[RECORDS TO PROCESS Boundary: Start]
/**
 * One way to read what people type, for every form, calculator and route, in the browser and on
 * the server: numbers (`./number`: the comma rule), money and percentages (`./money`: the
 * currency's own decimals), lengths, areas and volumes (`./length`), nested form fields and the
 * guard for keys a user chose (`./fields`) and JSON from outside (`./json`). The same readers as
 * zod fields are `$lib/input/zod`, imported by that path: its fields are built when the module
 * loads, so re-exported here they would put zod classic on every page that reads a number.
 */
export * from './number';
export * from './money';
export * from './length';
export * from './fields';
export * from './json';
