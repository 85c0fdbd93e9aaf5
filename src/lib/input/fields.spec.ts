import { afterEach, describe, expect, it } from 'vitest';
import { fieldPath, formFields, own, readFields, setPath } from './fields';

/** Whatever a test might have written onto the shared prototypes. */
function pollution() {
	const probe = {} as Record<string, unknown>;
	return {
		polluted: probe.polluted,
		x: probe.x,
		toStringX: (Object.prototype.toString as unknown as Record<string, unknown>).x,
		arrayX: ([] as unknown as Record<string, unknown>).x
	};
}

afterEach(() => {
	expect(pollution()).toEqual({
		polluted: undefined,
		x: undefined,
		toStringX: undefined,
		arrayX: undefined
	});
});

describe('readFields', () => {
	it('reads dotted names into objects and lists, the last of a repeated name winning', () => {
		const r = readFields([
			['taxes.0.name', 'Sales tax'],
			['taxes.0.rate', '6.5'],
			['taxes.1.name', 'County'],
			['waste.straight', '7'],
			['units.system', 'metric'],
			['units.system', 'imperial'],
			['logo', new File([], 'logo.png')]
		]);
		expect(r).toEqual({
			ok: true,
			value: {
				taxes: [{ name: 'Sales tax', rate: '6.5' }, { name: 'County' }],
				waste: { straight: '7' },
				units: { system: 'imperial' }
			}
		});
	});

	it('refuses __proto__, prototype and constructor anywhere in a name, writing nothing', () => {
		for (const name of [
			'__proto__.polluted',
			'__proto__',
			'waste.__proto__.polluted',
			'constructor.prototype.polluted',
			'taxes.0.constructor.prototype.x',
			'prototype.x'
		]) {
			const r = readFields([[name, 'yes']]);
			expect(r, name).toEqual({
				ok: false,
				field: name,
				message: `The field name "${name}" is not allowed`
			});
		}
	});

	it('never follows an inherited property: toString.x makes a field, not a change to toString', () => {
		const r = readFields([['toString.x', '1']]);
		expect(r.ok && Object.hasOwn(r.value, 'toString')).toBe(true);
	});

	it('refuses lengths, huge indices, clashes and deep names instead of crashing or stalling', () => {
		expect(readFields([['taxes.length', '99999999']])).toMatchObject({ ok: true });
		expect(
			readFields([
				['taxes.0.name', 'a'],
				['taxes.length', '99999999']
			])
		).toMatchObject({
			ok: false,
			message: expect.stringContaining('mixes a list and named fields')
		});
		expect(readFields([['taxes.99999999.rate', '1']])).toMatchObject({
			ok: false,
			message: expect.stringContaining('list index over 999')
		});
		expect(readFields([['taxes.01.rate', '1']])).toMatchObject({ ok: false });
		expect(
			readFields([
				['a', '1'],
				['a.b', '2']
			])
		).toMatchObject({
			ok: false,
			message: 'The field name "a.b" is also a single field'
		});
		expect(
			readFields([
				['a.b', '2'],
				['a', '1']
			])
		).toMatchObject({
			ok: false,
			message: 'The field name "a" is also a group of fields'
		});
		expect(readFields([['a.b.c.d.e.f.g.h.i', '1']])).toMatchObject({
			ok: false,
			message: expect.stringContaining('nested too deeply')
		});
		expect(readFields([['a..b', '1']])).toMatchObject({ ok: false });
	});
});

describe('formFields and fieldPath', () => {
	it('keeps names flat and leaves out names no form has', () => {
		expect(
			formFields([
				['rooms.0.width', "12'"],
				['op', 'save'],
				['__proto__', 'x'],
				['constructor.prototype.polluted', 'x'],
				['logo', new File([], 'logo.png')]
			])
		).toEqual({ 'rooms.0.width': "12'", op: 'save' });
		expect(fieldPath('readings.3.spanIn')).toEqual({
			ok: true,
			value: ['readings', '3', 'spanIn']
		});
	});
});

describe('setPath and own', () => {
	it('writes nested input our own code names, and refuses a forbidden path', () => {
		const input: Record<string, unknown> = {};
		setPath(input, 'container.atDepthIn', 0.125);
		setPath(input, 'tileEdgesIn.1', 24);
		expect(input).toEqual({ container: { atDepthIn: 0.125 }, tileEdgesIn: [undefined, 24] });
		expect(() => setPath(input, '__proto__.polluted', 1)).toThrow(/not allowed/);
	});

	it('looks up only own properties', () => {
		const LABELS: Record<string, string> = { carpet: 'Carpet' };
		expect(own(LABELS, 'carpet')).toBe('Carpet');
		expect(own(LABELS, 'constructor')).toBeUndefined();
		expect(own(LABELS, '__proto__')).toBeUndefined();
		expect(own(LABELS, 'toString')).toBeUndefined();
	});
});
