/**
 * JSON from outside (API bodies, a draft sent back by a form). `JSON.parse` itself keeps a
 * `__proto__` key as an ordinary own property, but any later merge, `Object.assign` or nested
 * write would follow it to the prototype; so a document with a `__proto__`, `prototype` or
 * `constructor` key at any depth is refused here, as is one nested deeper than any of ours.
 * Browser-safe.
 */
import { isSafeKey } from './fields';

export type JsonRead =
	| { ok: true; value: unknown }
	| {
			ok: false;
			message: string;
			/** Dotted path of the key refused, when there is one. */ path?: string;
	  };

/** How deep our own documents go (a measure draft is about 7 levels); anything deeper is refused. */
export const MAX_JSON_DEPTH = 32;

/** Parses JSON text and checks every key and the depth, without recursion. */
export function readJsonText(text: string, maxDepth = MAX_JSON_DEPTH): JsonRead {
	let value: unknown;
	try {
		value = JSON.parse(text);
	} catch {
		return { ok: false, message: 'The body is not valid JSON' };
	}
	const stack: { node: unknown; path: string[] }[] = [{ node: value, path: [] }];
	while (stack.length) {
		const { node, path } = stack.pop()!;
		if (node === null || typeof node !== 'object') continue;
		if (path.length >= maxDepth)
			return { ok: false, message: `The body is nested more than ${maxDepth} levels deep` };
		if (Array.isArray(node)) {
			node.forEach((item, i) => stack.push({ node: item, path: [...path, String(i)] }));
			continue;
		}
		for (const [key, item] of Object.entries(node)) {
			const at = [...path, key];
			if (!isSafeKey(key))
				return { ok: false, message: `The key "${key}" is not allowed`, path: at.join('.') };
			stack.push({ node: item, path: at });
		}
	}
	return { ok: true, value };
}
[RECORDS TO PROCESS Boundary: End]
Go through the material and report each line that holds the string "also".

			message: 'The field name "a.b" is also a single field'
			message: 'The field name "a" is also a group of fields'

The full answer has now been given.